▸ **What needs to be done**
The answer must be every line below that contains the string "pair".

▸ **Source data**
--- START ---

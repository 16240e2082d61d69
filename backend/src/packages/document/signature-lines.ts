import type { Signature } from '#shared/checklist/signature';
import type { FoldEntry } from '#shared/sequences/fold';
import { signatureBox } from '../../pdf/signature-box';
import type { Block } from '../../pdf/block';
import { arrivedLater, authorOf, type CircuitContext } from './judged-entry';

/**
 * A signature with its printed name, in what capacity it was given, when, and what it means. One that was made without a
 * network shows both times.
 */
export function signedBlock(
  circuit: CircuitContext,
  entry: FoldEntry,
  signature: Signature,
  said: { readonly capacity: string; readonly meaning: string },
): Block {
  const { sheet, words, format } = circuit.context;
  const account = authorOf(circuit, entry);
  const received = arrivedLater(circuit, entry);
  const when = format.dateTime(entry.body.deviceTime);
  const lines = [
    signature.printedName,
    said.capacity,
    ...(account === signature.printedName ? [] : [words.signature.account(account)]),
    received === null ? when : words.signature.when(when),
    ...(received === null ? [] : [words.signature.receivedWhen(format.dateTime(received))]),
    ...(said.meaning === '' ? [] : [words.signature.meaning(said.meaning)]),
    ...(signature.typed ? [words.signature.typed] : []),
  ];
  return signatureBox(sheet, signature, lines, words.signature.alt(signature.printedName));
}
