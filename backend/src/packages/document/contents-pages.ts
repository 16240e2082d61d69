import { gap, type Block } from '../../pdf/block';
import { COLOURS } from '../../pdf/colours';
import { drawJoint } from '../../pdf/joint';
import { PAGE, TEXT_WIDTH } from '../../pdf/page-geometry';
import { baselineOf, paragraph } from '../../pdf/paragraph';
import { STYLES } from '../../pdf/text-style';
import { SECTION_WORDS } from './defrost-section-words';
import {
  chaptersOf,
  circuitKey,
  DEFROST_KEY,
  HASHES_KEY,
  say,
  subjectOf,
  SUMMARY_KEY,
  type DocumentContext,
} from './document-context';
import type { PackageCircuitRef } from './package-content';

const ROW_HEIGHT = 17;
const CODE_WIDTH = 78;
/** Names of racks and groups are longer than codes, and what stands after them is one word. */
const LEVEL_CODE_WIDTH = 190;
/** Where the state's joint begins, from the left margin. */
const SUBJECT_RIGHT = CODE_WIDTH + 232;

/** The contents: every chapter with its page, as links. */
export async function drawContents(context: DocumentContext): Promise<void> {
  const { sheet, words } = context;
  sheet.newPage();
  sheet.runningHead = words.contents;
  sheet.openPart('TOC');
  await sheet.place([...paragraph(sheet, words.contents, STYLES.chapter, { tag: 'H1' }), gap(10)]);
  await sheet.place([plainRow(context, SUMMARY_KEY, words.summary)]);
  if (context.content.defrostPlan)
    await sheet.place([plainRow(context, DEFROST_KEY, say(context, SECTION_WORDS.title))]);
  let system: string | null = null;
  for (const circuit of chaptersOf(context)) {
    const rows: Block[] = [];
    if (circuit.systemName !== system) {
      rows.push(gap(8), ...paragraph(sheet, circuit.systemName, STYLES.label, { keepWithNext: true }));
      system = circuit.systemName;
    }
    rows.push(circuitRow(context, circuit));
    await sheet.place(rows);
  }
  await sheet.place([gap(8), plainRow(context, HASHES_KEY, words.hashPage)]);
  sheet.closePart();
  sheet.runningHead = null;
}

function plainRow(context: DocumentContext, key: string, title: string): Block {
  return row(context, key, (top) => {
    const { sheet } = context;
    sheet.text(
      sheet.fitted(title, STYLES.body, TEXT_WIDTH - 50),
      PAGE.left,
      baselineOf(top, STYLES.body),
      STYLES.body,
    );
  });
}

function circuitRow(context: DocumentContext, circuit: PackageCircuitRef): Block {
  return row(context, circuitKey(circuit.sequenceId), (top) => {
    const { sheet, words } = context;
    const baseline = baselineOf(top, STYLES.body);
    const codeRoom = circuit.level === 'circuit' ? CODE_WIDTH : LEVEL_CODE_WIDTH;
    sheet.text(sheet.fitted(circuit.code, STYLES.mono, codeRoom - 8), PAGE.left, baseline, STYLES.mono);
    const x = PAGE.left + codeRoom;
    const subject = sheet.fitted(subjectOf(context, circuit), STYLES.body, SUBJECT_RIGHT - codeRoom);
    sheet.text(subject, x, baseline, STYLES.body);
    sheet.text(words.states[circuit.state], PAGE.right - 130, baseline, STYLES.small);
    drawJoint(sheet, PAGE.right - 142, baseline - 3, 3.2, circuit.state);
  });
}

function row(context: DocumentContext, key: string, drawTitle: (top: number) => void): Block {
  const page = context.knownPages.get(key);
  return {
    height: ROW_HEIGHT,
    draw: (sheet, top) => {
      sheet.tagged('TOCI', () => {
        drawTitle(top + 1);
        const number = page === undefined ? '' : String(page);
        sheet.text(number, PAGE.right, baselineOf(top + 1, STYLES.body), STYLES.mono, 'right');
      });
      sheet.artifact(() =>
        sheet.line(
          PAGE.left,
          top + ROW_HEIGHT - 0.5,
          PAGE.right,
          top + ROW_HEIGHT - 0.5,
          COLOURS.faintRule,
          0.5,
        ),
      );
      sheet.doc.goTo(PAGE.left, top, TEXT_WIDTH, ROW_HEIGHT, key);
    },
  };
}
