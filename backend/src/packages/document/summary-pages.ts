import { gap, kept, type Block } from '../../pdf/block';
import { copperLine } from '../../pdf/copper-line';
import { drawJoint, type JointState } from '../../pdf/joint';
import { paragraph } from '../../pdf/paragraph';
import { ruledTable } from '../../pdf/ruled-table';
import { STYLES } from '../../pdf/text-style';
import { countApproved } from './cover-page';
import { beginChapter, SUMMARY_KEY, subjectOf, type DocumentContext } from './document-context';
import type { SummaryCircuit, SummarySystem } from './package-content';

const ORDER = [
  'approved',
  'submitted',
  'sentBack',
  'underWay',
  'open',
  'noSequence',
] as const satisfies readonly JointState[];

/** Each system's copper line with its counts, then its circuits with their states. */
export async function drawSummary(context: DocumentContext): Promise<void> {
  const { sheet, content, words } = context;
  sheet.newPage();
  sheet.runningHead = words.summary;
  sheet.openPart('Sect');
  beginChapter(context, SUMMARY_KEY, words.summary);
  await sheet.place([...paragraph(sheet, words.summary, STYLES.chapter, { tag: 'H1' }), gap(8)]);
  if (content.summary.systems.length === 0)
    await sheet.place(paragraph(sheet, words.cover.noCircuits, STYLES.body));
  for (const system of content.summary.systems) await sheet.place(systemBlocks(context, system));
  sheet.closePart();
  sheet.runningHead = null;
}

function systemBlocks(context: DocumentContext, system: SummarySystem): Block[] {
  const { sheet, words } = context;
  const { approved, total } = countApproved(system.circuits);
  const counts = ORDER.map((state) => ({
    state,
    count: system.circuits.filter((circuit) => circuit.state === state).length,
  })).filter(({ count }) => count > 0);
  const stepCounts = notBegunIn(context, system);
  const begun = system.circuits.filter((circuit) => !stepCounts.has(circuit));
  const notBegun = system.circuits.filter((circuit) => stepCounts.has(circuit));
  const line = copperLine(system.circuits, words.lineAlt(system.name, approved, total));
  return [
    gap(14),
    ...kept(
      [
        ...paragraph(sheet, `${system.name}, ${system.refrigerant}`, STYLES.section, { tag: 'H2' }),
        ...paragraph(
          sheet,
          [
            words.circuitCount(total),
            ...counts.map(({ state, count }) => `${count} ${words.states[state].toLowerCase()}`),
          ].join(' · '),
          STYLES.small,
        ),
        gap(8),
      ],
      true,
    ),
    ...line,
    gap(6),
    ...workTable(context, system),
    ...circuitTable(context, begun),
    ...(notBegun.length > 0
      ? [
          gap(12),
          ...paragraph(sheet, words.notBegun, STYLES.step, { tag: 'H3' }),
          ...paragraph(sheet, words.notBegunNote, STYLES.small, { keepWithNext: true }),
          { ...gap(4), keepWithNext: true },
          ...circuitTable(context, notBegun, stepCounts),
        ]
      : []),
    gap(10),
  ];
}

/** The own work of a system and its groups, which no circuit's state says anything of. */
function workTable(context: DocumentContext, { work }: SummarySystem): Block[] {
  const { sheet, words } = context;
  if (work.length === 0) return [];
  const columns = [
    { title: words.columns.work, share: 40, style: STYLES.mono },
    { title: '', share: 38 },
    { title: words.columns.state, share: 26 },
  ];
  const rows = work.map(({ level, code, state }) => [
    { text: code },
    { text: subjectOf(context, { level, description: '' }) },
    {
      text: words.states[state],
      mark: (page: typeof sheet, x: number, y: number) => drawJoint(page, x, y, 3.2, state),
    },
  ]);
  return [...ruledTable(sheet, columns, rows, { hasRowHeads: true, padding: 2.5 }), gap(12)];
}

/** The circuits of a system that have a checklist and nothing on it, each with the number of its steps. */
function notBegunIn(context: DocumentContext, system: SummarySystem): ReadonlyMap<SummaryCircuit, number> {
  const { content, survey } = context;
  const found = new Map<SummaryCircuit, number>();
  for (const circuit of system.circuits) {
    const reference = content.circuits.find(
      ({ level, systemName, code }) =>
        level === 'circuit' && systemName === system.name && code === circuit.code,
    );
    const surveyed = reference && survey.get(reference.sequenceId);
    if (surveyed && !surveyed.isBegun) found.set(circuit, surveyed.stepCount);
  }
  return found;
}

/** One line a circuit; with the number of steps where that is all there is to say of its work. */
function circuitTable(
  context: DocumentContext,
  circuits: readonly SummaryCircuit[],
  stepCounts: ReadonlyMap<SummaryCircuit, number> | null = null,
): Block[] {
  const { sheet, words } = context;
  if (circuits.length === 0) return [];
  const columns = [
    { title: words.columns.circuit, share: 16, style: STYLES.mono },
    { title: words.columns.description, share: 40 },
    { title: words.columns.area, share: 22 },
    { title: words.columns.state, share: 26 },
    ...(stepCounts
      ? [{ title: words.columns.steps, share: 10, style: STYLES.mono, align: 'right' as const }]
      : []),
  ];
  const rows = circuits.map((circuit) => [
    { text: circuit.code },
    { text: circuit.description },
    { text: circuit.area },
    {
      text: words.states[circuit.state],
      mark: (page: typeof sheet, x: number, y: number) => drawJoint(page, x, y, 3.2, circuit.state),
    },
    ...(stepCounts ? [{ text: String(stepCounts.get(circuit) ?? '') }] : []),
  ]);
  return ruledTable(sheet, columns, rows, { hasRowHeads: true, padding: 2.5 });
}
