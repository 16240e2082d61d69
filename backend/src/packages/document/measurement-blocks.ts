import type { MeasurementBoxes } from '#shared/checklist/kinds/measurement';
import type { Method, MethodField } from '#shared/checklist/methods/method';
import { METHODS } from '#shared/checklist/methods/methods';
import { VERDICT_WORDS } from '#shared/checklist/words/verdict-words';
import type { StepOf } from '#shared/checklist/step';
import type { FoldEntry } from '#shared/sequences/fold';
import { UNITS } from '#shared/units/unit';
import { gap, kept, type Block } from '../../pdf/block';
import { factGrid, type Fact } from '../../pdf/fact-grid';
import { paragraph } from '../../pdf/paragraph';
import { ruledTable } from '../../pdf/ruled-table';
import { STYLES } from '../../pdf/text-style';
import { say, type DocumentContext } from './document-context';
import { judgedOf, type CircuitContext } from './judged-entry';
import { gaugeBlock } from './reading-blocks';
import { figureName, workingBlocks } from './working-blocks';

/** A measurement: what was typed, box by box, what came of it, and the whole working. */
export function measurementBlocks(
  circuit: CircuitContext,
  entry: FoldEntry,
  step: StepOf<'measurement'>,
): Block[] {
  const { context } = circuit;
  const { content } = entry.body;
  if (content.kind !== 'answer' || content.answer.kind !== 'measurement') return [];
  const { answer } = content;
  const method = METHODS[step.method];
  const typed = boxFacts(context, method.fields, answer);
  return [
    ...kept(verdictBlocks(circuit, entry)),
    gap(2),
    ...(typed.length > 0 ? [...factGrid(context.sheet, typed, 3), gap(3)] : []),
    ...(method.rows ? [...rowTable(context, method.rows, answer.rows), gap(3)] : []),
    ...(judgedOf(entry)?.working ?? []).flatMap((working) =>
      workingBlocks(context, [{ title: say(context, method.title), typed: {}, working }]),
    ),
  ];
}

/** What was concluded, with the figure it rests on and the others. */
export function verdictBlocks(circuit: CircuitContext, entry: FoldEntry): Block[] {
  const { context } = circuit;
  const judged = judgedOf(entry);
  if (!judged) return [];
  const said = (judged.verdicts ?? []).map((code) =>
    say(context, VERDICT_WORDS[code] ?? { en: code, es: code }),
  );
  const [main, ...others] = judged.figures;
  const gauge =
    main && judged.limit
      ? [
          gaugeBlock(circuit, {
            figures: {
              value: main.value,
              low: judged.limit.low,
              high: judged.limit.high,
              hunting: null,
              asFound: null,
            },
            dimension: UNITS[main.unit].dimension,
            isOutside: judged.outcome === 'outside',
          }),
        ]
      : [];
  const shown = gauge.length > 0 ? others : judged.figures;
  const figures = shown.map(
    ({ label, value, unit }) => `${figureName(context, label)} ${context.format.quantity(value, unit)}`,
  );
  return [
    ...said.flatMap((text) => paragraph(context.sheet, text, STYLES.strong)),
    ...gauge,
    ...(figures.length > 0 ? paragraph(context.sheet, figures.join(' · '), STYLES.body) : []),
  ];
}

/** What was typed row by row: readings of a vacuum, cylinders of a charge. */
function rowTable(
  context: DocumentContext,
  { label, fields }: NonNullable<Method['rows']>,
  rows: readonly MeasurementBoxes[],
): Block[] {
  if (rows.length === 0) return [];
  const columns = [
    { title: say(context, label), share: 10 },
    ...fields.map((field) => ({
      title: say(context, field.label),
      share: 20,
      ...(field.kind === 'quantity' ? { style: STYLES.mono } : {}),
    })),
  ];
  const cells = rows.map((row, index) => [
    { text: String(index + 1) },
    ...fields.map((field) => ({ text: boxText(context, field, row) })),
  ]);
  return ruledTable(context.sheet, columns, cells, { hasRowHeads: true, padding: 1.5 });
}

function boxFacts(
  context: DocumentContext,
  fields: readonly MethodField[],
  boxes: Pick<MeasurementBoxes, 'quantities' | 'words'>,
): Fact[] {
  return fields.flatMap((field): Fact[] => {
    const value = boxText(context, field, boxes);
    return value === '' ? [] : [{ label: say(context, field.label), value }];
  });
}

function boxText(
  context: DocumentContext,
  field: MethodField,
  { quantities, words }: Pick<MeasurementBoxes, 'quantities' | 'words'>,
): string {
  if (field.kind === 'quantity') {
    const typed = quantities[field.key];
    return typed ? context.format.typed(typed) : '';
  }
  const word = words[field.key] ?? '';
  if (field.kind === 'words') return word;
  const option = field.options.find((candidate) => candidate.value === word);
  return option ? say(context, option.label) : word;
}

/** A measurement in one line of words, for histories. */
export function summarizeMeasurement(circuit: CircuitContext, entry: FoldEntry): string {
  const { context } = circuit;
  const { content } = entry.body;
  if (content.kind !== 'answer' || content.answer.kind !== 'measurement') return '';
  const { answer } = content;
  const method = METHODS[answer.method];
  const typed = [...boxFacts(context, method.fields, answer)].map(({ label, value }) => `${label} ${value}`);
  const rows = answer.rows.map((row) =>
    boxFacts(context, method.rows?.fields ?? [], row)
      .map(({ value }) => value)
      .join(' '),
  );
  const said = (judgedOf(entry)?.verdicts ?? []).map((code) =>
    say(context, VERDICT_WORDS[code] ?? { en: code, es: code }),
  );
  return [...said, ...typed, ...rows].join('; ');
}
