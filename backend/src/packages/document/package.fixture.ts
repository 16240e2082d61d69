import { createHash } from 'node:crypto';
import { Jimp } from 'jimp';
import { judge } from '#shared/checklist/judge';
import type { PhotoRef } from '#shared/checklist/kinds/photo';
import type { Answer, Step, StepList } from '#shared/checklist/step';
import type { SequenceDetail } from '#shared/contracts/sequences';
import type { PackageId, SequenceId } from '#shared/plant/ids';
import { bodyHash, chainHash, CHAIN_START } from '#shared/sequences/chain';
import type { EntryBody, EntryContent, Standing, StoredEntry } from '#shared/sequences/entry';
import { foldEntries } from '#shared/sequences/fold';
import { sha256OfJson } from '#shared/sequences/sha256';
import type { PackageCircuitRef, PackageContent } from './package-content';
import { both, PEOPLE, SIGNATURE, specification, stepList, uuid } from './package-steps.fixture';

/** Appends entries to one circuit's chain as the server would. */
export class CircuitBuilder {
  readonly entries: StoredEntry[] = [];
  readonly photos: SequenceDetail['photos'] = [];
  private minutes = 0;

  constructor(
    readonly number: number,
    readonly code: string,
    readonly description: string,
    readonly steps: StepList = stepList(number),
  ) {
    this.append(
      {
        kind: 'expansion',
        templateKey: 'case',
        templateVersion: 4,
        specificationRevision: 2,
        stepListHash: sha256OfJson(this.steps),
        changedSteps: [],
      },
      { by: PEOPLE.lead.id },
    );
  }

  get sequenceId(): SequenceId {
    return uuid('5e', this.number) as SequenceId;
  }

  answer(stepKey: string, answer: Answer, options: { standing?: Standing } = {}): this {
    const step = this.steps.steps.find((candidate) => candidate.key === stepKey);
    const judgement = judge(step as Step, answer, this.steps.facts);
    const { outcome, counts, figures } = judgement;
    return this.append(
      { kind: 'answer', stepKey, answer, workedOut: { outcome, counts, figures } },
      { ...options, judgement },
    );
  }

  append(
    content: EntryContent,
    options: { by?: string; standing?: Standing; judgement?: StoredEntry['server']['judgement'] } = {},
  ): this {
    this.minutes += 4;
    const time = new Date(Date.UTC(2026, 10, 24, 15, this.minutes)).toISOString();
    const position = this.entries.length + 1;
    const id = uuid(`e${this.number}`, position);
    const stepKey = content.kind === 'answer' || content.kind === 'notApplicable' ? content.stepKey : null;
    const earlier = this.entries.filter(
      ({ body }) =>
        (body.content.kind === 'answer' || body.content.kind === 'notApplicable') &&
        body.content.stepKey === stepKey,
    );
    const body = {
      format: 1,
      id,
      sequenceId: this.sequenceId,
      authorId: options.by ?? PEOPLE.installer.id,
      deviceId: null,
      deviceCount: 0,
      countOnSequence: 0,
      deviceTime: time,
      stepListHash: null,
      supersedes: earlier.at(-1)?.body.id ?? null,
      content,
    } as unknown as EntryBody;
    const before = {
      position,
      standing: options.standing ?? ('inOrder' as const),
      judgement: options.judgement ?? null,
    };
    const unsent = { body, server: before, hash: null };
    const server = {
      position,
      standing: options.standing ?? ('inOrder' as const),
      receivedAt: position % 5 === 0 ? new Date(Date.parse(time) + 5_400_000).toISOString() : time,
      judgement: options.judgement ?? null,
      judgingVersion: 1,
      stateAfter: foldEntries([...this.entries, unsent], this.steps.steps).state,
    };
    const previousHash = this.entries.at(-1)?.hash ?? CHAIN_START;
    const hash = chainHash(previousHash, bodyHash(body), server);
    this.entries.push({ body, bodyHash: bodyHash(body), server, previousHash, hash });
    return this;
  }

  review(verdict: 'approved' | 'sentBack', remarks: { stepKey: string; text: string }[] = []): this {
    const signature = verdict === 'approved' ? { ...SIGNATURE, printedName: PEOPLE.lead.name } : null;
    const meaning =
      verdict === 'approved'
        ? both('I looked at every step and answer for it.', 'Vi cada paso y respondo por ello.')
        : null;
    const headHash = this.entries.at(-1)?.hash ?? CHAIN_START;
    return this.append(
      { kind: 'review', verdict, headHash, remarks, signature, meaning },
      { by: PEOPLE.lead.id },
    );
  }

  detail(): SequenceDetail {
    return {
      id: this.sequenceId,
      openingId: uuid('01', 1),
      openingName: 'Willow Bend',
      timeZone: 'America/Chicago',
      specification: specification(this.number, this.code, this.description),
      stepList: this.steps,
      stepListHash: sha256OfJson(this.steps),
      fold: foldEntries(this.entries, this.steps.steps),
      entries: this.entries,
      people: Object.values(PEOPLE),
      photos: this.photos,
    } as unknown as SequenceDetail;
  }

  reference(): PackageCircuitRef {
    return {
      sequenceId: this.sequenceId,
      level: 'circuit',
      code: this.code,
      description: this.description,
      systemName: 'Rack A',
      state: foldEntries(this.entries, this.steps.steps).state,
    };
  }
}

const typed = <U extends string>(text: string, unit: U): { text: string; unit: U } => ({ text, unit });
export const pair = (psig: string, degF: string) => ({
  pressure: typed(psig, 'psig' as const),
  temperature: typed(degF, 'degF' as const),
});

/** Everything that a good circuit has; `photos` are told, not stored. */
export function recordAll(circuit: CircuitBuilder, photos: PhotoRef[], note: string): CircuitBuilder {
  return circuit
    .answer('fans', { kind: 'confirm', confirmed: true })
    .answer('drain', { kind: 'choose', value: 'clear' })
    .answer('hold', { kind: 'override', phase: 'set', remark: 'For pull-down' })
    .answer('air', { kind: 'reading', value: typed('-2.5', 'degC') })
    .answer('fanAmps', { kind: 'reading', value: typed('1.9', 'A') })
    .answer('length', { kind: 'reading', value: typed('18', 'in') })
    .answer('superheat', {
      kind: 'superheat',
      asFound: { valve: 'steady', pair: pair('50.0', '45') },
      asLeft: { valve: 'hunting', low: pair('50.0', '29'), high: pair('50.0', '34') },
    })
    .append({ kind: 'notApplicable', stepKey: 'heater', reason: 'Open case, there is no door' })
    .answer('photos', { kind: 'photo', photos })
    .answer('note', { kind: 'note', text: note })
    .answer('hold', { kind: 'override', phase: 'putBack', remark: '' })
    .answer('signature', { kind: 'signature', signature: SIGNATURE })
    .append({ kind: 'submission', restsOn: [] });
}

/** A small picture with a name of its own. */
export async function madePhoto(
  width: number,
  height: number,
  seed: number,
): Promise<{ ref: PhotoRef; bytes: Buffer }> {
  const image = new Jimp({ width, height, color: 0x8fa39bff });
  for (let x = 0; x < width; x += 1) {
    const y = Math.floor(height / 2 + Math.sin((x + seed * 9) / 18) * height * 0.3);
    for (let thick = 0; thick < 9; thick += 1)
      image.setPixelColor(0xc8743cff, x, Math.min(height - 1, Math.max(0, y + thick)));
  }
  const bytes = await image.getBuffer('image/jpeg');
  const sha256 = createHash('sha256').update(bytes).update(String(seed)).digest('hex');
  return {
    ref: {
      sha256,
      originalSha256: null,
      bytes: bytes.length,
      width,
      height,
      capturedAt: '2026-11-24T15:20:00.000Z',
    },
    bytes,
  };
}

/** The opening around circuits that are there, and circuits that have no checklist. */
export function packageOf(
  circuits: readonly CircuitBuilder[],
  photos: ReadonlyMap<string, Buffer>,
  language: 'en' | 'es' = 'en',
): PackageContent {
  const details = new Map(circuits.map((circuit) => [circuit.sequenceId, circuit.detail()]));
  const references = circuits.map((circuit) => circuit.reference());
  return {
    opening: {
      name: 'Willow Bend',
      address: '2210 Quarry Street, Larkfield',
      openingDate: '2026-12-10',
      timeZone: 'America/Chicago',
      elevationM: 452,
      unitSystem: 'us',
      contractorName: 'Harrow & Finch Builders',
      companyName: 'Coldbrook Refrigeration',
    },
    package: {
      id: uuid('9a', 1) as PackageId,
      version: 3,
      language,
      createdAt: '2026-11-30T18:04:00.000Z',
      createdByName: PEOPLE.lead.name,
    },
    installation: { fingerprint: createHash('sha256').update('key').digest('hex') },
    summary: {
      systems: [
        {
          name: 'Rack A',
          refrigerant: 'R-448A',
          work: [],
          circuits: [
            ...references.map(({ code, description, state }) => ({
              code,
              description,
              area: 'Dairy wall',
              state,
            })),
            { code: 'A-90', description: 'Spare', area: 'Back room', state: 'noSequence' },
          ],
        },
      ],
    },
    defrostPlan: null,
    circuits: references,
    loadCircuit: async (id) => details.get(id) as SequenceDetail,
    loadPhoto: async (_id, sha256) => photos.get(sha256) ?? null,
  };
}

--- END ---

▸ **Result**
export const pair = (psig: string, degF: string) => ({
      asFound: { valve: 'steady', pair: pair('50.0', '45') },
      asLeft: { valve: 'hunting', low: pair('50.0', '29'), high: pair('50.0', '34') },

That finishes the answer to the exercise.